** Opening Supplied records block **
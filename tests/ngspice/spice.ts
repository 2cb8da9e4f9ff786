/**
 * The ngspice deck builder and runner for the comparison tests. It lives in scripts/ngspice.ts so the
 * solver benchmark can use it without depending on tests/; this path stays for the tests that import it.
 */
export * from '../../scripts/ngspice.js';
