/**
 * IBIS nets against ngspice (Debian package, batch mode): the same buffers emulated with B-sources
 * (tests/ngspice/ibis-spice.ts), lossless T lines and the package as explicit elements where the net
 * writes it. Source of the reference: "ngspice run". Nets: fixtures/ibis/net-*.json (invented).
 *
 * Tolerances (the acceptance pinned in docs/ibis.md §8): the largest deviation at every node after
 * interpolating the solver onto ngspice's time points, at most 2 % of the rail swing (4 % for the
 * ramp-only model, whose K ramps have corners both programs step over differently); every first/last
 * VIL/VIH crossing at every receiver within 10 ps.
 */
import { readFileSync } from 'node:fs';
import { describe, expect, it } from 'vitest';
import { parseNetFile } from '../../core/circuit/parse.js';
import type { Circuit, IbisCorner } from '../../core/circuit/types.js';
import { attachIbisModels, ibisFilesOf } from '../../core/ibis/attach.js';
import { parseIbis } from '../../core/ibis/parse.js';
import { chooseStop, simulateEdge } from '../../core/solver/transient.js';
import { firstCrossing, lastCrossing, valueAt } from '../../core/measure/crossings.js';
import { runIbisNgspice } from './ibis-spice.js';

/** ngspice TMAX, s: as the linear comparison (tests/ngspice/compare.test.ts). */
const TMAX = 1e-12;

function load(name: string, corner?: IbisCorner): Circuit {
  const url = (f: string) => new URL(`../../fixtures/ibis/${f}`, import.meta.url);
  const json = JSON.parse(readFileSync(url(name), 'utf8'));
  if (corner) json.driver.corner = corner;
  const circuit = parseNetFile(json, name);
  const files = new Map(ibisFilesOf(circuit).map((f) => [f, parseIbis(readFileSync(url(f), 'utf8'), f)]));
  return attachIbisModels(circuit, files, name);
}

const NETS: { name: string; corner?: IbisCorner; tolerance: number; why: string }[] = [
  { name: 'net-p2p-clamp.json', tolerance: 0.02, why: 'point-to-point, POWER clamp shapes the overshoot' },
  { name: 'net-series.json', tolerance: 0.02, why: 'series-terminated, package written as elements' },
  { name: 'net-flyby.json', tolerance: 0.02, why: 'fly-by, three IBIS receivers, VTT end' },
  { name: 'net-p2p-clamp.json', corner: 'min', tolerance: 0.02, why: 'min corner' },
  { name: 'net-series.json', corner: 'max', tolerance: 0.02, why: 'max corner' },
  { name: 'net-ramp-only.json', tolerance: 0.04, why: 'ramp-only driver' },
  { name: 'net-coupled-inputs.json', tolerance: 0.02, why: 'two IBIS inputs coupled by a resistor, one-waveform driver' },
];

describe('IBIS nets match ngspice B-source emulations', () => {
  for (const net of NETS) {
    for (const edge of ['rising', 'falling'] as const) {
      it(`${net.name} ${net.corner ?? 'typ'} (${net.why}), ${edge}`, () => {
        const circuit = load(net.name, net.corner);
        const stop = circuit.stop ?? chooseStop(circuit);
        const mine = simulateEdge(circuit, edge, { stop });
        const ref = runIbisNgspice(circuit, edge, { stop, tmax: TMAX });
        const swing = circuit.driver.vhigh - circuit.driver.vlow;
        let worst = 0;
        for (const [i, node] of mine.nodes.entries()) {
          const spice = ref.v[node];
          expect(spice, `ngspice output has node ${node}`).toBeDefined();
          for (let k = 0; k < ref.t.length; k++) worst = Math.max(worst, Math.abs(valueAt(mine.t, mine.v[i], ref.t[k]) - spice[k]));
        }
        if (process.env.IBIS_PRINT) console.log(`${net.name} ${net.corner ?? "typ"} ${edge}: worst ${(100 * worst / swing).toFixed(3)} % of swing`);
        expect(worst / swing).toBeLessThanOrEqual(net.tolerance);
        const dir = edge === 'rising' ? 'up' : 'down';
        let crossings = 0;
        for (const r of circuit.receivers) {
          const v = mine.v[mine.nodes.indexOf(r.node)];
          const s = ref.v[r.node];
          for (const level of [r.vil, r.vih]) {
            for (const find of [firstCrossing, lastCrossing]) {
              const a = find(mine.t, v, level, dir);
              const b = find(ref.t, s, level, dir);
              expect(a === null, `${r.node} crosses ${level} V in both or neither`).toBe(b === null);
              if (a !== null && b !== null) {
                expect(Math.abs(a - b), `${r.node} ${level} V`).toBeLessThanOrEqual(10e-12);
                crossings++;
              }
            }
          }
        }
        expect(crossings).toBeGreaterThan(0);
      }, 240_000);
    }
  }
});
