export interface SlacklineApi {
  getProject(): Promise<ProjectSummary>;
  updateInfo(patch: Partial<ProjectInfo>): Promise<ProjectSummary>;
  updateStackup(stackup: Stackup): Promise<ProjectSummary>;
  /** Z0/delay of a stackup being edited, without saving it. */
  previewStackup(stackup: Stackup): Promise<LayerProperties[]>;
  /** Width for a target Z0 and gap for a target Zdiff on one routing layer of a stackup (not saved). */
  solveLayerTarget(stackup: Stackup, request: LayerTargetRequest): Promise<LayerTargetResult>;
  /** Potential over the cross-section of one routing layer of a stackup (not saved), for a field picture. */
  layerFieldMap(stackup: Stackup, layer: string, width: number, spacing?: number): Promise<LayerFieldMap>;
  upsertPart(part: PartModel): Promise<ProjectSummary>;
  updateBus(bus: BusDefinition): Promise<ProjectSummary>;
  updateNetElement(net: string, elementIndex: number, element: NetElement): Promise<ProjectSummary>;
  updateCorners(corners: Corner[]): Promise<ProjectSummary>;
  /**
   * `allowRepeatedRows`: the user confirmed rows repeating an earlier (net, layer, length) row, under
   * the rule the preview states; without it such rows are errors.
   */
  previewImport(fileName: string, csvText: string, options?: ImportOptions): Promise<ImportPreview>;
  applyImport(fileName: string, csvText: string, options?: ImportOptions): Promise<ImportPreview>;
  startSolve(options: { bus?: string }): Promise<SolveJob>;
  getJob(id: string): Promise<SolveJob>;
  cancelJob(id: string): Promise<SolveJob>;
  /** Latest fresh results, or null when inputs changed since. */
  getResults(): Promise<BoardResult | null>;
  /** The latest solve's results when they are out of date (with the nets whose inputs changed), else null. */
  getOutdatedResults(): Promise<OutdatedResults | null>;
  /**
   * The latest whole-board solve bus by bus, fresh or outdated, without any net's result (the overview
   * of a board of thousands of nets in one small message), or null when the board was never solved.
   */
  getBoardSummary(): Promise<BoardSummary | null>;
  /**
   * One page of a bus's results in the latest whole-board solve (nets offset .. offset + limit − 1 in
   * the bus's order; limit at most BUS_PAGE_MAX, default all up to it), or null when it was never solved.
   */
  getBusResults(bus: string, page?: { offset?: number; limit?: number }): Promise<BusResultsPage | null>;
  /** Re-solves one net now (fast path after an edit) and returns its result. */
  solveNet(net: string): Promise<NetResult>;
  getNetWaveforms(net: string): Promise<NetWaveforms>;
  /**
   * What-if sweep (docs/design.md §6.5): one segment's length or one resistor's value of a net over a
   * range, the net solved at each value; the worst setup and hold margin and the failing checks per value.
   */
  sweepNet(net: string, request: SweepRequest): Promise<NetSweep>;
  /** The same sweep as a job (progress and cancel through getJob / cancelJob); the request is checked first. */
  startSweep(net: string, request: SweepRequest): Promise<SolveJob>;
  /** The answer of a finished sweep job. */
  getSweepResult(jobId: string): Promise<NetSweep>;
  exportReport(options: { formats: ('pdf' | 'html' | 'csv')[]; bus?: string }): Promise<{ files: string[] }>;
  /**
   * The content of a file the last exports of this session wrote (the browser shell offers it as a
   * download); any other path is refused.
   */
  readExport(file: string): Promise<ExportedFile>;
  /**
   * One authoring edit (create, rename or delete a bus, net or part; insert or remove a net element;
   * a termination; a bus template): validated in full, one transaction, in the change log, undoable.
   * Deleting something others refer to is refused with the referrers named.
   */
  editProject(edit: ProjectEdit): Promise<ProjectSummary>;
  /** Inserts the termination the net's check suggests (series at the driver or at the far end). */
  applySuggestedTermination(net: string): Promise<ProjectSummary>;
  /** Restores the project as it was before the newest authoring edit (kept in the file, 50 deep). */
  undo(): Promise<ProjectSummary>;
  redo(): Promise<ProjectSummary>;
  getEditHistory(): Promise<EditHistory>;
  /**
   * Stores an IBIS file (ANSI/EIA-656) in the project after parsing all of it (docs/ibis.md): a
   * malformed file is refused with its line and keyword and nothing is written.
   */
  importIbis(fileName: string, text: string): Promise<IbisImportResult>;
  /** V-I and V-T curves of a part's IBIS model at a corner's column, or null when the part has none. */
  getPartIbisCurves(part: string, corner: string): Promise<ModelCurves | null>;
  /**
   * Waives a failing or tight net (docs/workbench.md, "Waivers"): records the net's worst check, its
   * status and margin as they are now, with the comment and author (both required), as one undoable
   * authoring edit. The net's status is not changed; a passing net is refused.
   */
  setWaiver(net: string, waiver: WaiverRequest): Promise<ProjectSummary>;
  /** Removes a net's waiver (one undoable authoring edit). */
  removeWaiver(net: string): Promise<ProjectSummary>;
  /**
   * The whole-board solve before the latest one, as per-net worst margins (for "Δ vs previous solve"),
   * or null when only one solve was stored.
   */
  getPreviousSolve(): Promise<PreviousSolveSummary | null>;
  /**
   * Creates a project file from a design file (its YAML text and the .ibs files it names) or empty,
   * checked in full first: any problem writes nothing and comes back placed (line, column, field).
   * An existing file is never replaced. On success the host opens the new project in place of the
   * current one (docs/workbench.md §New project). `checkOnly` checks without creating anything.
   */
  createProject(request: NewProjectRequest): Promise<NewProjectResult>;
  /** Where this host puts a new project file: a fixed folder (file name typed) or a save dialog. */
  getNewProjectTarget(): Promise<NewProjectTarget>;
}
** Closing Supplied records block **
Lines containing the word "valueAt" must be found in the data above and copied.

import { firstCrossing, lastCrossing, valueAt } from '../../core/measure/crossings.js';
          for (let k = 0; k < ref.t.length; k++) worst = Math.max(worst, Math.abs(valueAt(mine.t, mine.v[i], ref.t[k]) - spice[k]));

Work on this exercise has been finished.